===== ENTRIES SUPPLIED

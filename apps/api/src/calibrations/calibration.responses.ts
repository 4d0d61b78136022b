import { createZodDto } from 'nestjs-zod';
import { z } from 'zod';

import { AIR_DENSITY_SOURCES, warnings } from '../calculations/calculations.responses';
import { GravimetricVolumeResponseSchema } from '../calculations/gravimetric.responses';
import { decimalString as dec } from '../common/quantity';
import { ImpactSchema } from '../impact/impact.schemas';
import { pageOf } from '../inventory/inventory.schemas';
import { CALIBRATION_STATES } from './calibration.schemas';

/*
 * What /v1/calibrations answers with. The inputs are echoed as stored; the
 * results are the frozen computation of the submission, one entry per point in
 * the shape of POST /v1/calculations/gravimetric-volume.
 */

const ReplicateInputSchema = z.object({
  filledG: dec('contain: reading filled, g').optional(),
  emptyG: dec('contain: reading empty, g').optional(),
  beforeG: dec('deliver: weighing vessel before, g').optional(),
  afterG: dec('deliver: weighing vessel after, g').optional(),
  waterTemperatureC: dec('Water temperature, °C'),
});

const UncertaintiesInputSchema = z.object({
  balanceCalibrationG: dec('g'),
  balanceResolutionG: dec('g'),
  waterTemperatureC: dec('°C'),
  waterDensityKgPerM3: dec('kg/m3').optional(),
  airDensityKgPerM3: dec('kg/m3'),
  weightDensityKgPerM3: dec('kg/m3').optional(),
  expansionCoefficientPerK: dec('1/K').optional(),
  meniscusMl: dec('mL'),
  evaporationMl: dec('mL'),
});

/** The stored inputs: what the performer entered, with each point's volume resolved. */
export const CalibrationInputsSchema = z.object({
  points: z.array(z.object({ nominalVolumeMl: dec('Volume tested at, mL'), replicates: z.array(ReplicateInputSchema) })),
  airConditions: z
    .object({
      temperatureC: dec('°C'),
      pressurePa: dec('Pa'),
      relativeHumidityPercent: dec('%'),
      co2MoleFraction: dec('mole fraction').optional(),
    })
    .optional(),
  airDensityKgPerM3: dec('Measured air density, kg/m3').optional(),
  weightDensityKgPerM3: dec('Weight density given by the performer, kg/m3').optional(),
  waterAirSaturated: z.boolean().optional(),
  uncertainties: UncertaintiesInputSchema,
});
export type CalibrationInputs = z.infer<typeof CalibrationInputsSchema>;

export const TRACEABILITY_RULES = [
  'vessel-in-service',
  'balance-in-service',
  'balance-calibration-current',
  'balance-check-passed',
  'thermometer-in-service',
  'thermometer-calibration-current',
] as const;
export type TraceabilityRule = (typeof TRACEABILITY_RULES)[number];

export const ViolationSchema = z.object({
  rule: z.enum(TRACEABILITY_RULES),
  itemId: z.uuid().meta({ description: 'The vessel, balance or thermometer concerned' }),
  detail: z.string(),
  exceptionAllowed: z
    .boolean()
    .meta({ description: 'Whether a lab that allows exceptions may accept it with a reason (never for the vessel or a retired item)' }),
});
export type Violation = z.infer<typeof ViolationSchema>;

export const VERDICTS = ['pass', 'fail', 'no-limit'] as const;
export type Verdict = (typeof VERDICTS)[number];

export const CalibrationResultsSchema = z.object({
  libraryVersion: z.string().meta({ description: 'Version of the computation library that computed these results' }),
  computedAt: z.iso.datetime(),
  verdict: z.enum(VERDICTS).meta({ description: 'fail if any point fails; pass if every point passes; no-limit when no limit is known' }),
  airDensityKgPerM3: dec('Air density used, kg/m3'),
  airDensitySource: z.enum(AIR_DENSITY_SOURCES),
  weightDensityKgPerM3: dec('Weight density used, kg/m3'),
  weightDensitySource: z.enum(['given', 'balance']),
  expansionCoefficientPerK: dec('The vessel’s cubic expansion coefficient used, 1/K'),
  acceptance: z.object({
    rule: z.string().meta({ description: 'How each point was judged' }),
    limitMl: dec('± limit on the systematic error at every point, mL').nullable(),
    randomLimitMl: dec('Limit on the standard deviation at every point, mL').nullable(),
    limitSource: z.enum(['class-table', 'lab-override', 'none']),
    limitReason: z.string().nullable(),
  }),
  points: z.array(GravimetricVolumeResponseSchema),
  warnings,
  traceability: z.object({
    checkedAt: z.iso.datetime(),
    violations: z.array(ViolationSchema).meta({ description: 'Rules broken and accepted by exception (empty when all were met)' }),
    exceptionReason: z.string().nullable(),
  }),
});
export type CalibrationResults = z.input<typeof CalibrationResultsSchema>;

const ids = {
  id: z.uuid(),
  labId: z.uuid(),
  vesselId: z.uuid(),
  performerId: z.uuid().meta({ description: 'Whose technique this characterises; the factor is theirs' }),
  enteredById: z.uuid().meta({ description: 'Who entered it: the performer, or a manager on their behalf' }),
  balanceId: z.uuid(),
  thermometerId: z.uuid(),
};
const nullableInstant = z.iso.datetime().nullable();

export const CalibrationSummarySchema = z.object({
  ...ids,
  state: z.enum(CALIBRATION_STATES),
  performedAt: z.iso.datetime(),
  deliveryMode: z.enum(['contain', 'deliver']),
  notes: z.string().nullable(),
  verdict: z.enum(VERDICTS).nullable(),
  libraryVersion: z.string().nullable(),
  submittedAt: nullableInstant,
  traceabilityException: z.string().nullable().meta({ description: 'The reason a broken traceability rule was accepted' }),
  reviewerId: z.uuid().nullable(),
  reviewedAt: nullableInstant,
  reviewNote: z.string().nullable(),
  voidedById: z.uuid().nullable(),
  voidedAt: nullableInstant,
  voidReason: z.string().nullable(),
  factor: z
    .object({ id: z.uuid(), state: z.enum(['current', 'superseded', 'withdrawn']) })
    .nullable()
    .meta({ description: 'The personal factor issued on approval, if any' }),
  version: z.number().int().meta({ description: 'Increments on every change; the ETag is "v<version>"' }),
  createdAt: z.iso.datetime(),
  updatedAt: z.iso.datetime(),
});
export type CalibrationSummary = z.input<typeof CalibrationSummarySchema>;

export const CalibrationSchema = CalibrationSummarySchema.extend({
  inputs: CalibrationInputsSchema,
  results: CalibrationResultsSchema.nullable().meta({ description: 'Frozen at submission; null for drafts and returned records' }),
});
export class CalibrationDto extends createZodDto(CalibrationSchema) {}
export type CalibrationView = z.input<typeof CalibrationSchema>;

export const CalibrationPageSchema = pageOf(CalibrationSummarySchema);
export class CalibrationPageDto extends createZodDto(CalibrationPageSchema) {}

export const ApprovalSchema = CalibrationSchema.extend({
  impact: z.object({
    factor: z
      .object({
        id: z.uuid(),
        current: z.boolean().meta({ description: 'False when a newer calibration’s factor was already current: this one is history' }),
        supersededFactorId: z.uuid().nullable(),
      })
      .nullable()
      .meta({ description: 'The factor issued (none for a failed calibration)' }),
    vesselQuarantined: z.boolean().meta({ description: 'The vessel was put in quarantine because the calibration failed' }),
    review: ImpactSchema.nullable().meta({
      description: 'For a failed calibration: every current factor on the vessel, marked for review, with the calibrations behind them',
    }),
  }),
});
export class ApprovalDto extends createZodDto(ApprovalSchema) {}
export type ApprovalView = z.input<typeof ApprovalSchema>;

export const VoidedSchema = CalibrationSchema.extend({
  withdrawnFactorId: z.uuid().nullable().meta({ description: 'The current factor withdrawn with an approved calibration' }),
});
export class VoidedDto extends createZodDto(VoidedSchema) {}
export type VoidedView = z.input<typeof VoidedSchema>;
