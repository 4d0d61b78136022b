import { Decimal, type DecimalInput, dec } from './decimal';
import { MetrologyInputError } from './errors';

/*
 * Air buoyancy and conventional mass.
 * A balance adjusted with weights of density rhoB, reading m' for an object of
 * density rho in air of density rhoA, shows an object of true mass
 *   m = m' (1 - rhoA/rhoB) / (1 - rhoA/rho).
 * Conventional mass (OIML D 28:2004; IUPAC Gold Book "conventional mass"):
 *   mc = m (1 - rho0/rho) / (1 - rho0/rhoc), rho0 = 1.2 kg/m3, rhoc = 8000 kg/m3, 20 °C.
 * Masses are unit-agnostic (grams by the field names); densities in kg/m3.
 */
export const REFERENCE_WEIGHT_DENSITY_KG_PER_M3 = new Decimal(8000);
export const CONVENTIONAL_AIR_DENSITY_KG_PER_M3 = new Decimal('1.2');

const ONE = new Decimal(1);

function positiveDensity(value: DecimalInput, field: string, above: Decimal, aboveName: string): Decimal {
  const d = dec(value, field);
  if (d.lessThanOrEqualTo(above)) {
    throw new MetrologyInputError(field, `must be greater than ${aboveName} (${above.toString()} kg/m3)`, {
      min: above.toString(),
      unit: 'kg/m3',
    });
  }
  return d;
}

function nonNegativeMass(value: DecimalInput, field: string): Decimal {
  const m = dec(value, field);
  if (m.isNegative()) throw new MetrologyInputError(field, 'must not be negative', { min: '0', unit: 'g' });
  return m;
}

export interface BuoyancyInput {
  /** Balance indication, g. */
  readonly readingG: DecimalInput;
  readonly objectDensityKgPerM3: DecimalInput;
  readonly airDensityKgPerM3: DecimalInput;
  /** Density of the weights the balance was adjusted with. Default 8000 kg/m3. */
  readonly weightDensityKgPerM3?: DecimalInput;
}

export interface BuoyancyResult {
  readonly trueMassG: Decimal;
  /** trueMassG - readingG. */
  readonly correctionG: Decimal;
  /** trueMassG / readingG, the factor applied (independent of the reading). */
  readonly factor: Decimal;
}

/** True mass from a balance reading; refuses negative readings and densities not above the air density. */
export function trueMassFromReading(input: BuoyancyInput): BuoyancyResult {
  const reading = nonNegativeMass(input.readingG, 'readingG');
  const rhoA = dec(input.airDensityKgPerM3, 'airDensityKgPerM3');
  if (rhoA.isNegative()) throw new MetrologyInputError('airDensityKgPerM3', 'must not be negative', { min: '0', unit: 'kg/m3' });
  const rho = positiveDensity(input.objectDensityKgPerM3, 'objectDensityKgPerM3', rhoA, 'the air density');
  const rhoB =
    input.weightDensityKgPerM3 === undefined
      ? REFERENCE_WEIGHT_DENSITY_KG_PER_M3
      : positiveDensity(input.weightDensityKgPerM3, 'weightDensityKgPerM3', rhoA, 'the air density');
  const factor = ONE.minus(rhoA.div(rhoB)).div(ONE.minus(rhoA.div(rho)));
  const trueMass = reading.times(factor);
  return { trueMassG: trueMass, correctionG: trueMass.minus(reading), factor };
}

/** Conventional mass (OIML D 28) of a body of true mass m and density rho. */
export function conventionalMassFromTrueMass(input: { readonly massG: DecimalInput; readonly densityKgPerM3: DecimalInput }): Decimal {
  const m = nonNegativeMass(input.massG, 'massG');
  const rho = positiveDensity(input.densityKgPerM3, 'densityKgPerM3', CONVENTIONAL_AIR_DENSITY_KG_PER_M3, 'the conventional air density');
  const rho0 = CONVENTIONAL_AIR_DENSITY_KG_PER_M3;
  return m.times(ONE.minus(rho0.div(rho))).div(ONE.minus(rho0.div(REFERENCE_WEIGHT_DENSITY_KG_PER_M3)));
}

/** True mass from a conventional mass (e.g. a weight certificate) and the body's density; inverse of the above. */
export function trueMassFromConventionalMass(input: {
  readonly conventionalMassG: DecimalInput;
  readonly densityKgPerM3: DecimalInput;
}): Decimal {
  const mc = nonNegativeMass(input.conventionalMassG, 'conventionalMassG');
  const rho = positiveDensity(input.densityKgPerM3, 'densityKgPerM3', CONVENTIONAL_AIR_DENSITY_KG_PER_M3, 'the conventional air density');
  const rho0 = CONVENTIONAL_AIR_DENSITY_KG_PER_M3;
  return mc.times(ONE.minus(rho0.div(REFERENCE_WEIGHT_DENSITY_KG_PER_M3))).div(ONE.minus(rho0.div(rho)));
}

==========

INSTRUCTIONS TO FOLLOW:
In the records above, find each line that mentions the string "issued", then copy it.

SOLUTION TO THIS PROBLEM:
    .meta({ description: 'The personal factor issued on approval, if any' }),
      .meta({ description: 'The factor issued (none for a failed calibration)' }),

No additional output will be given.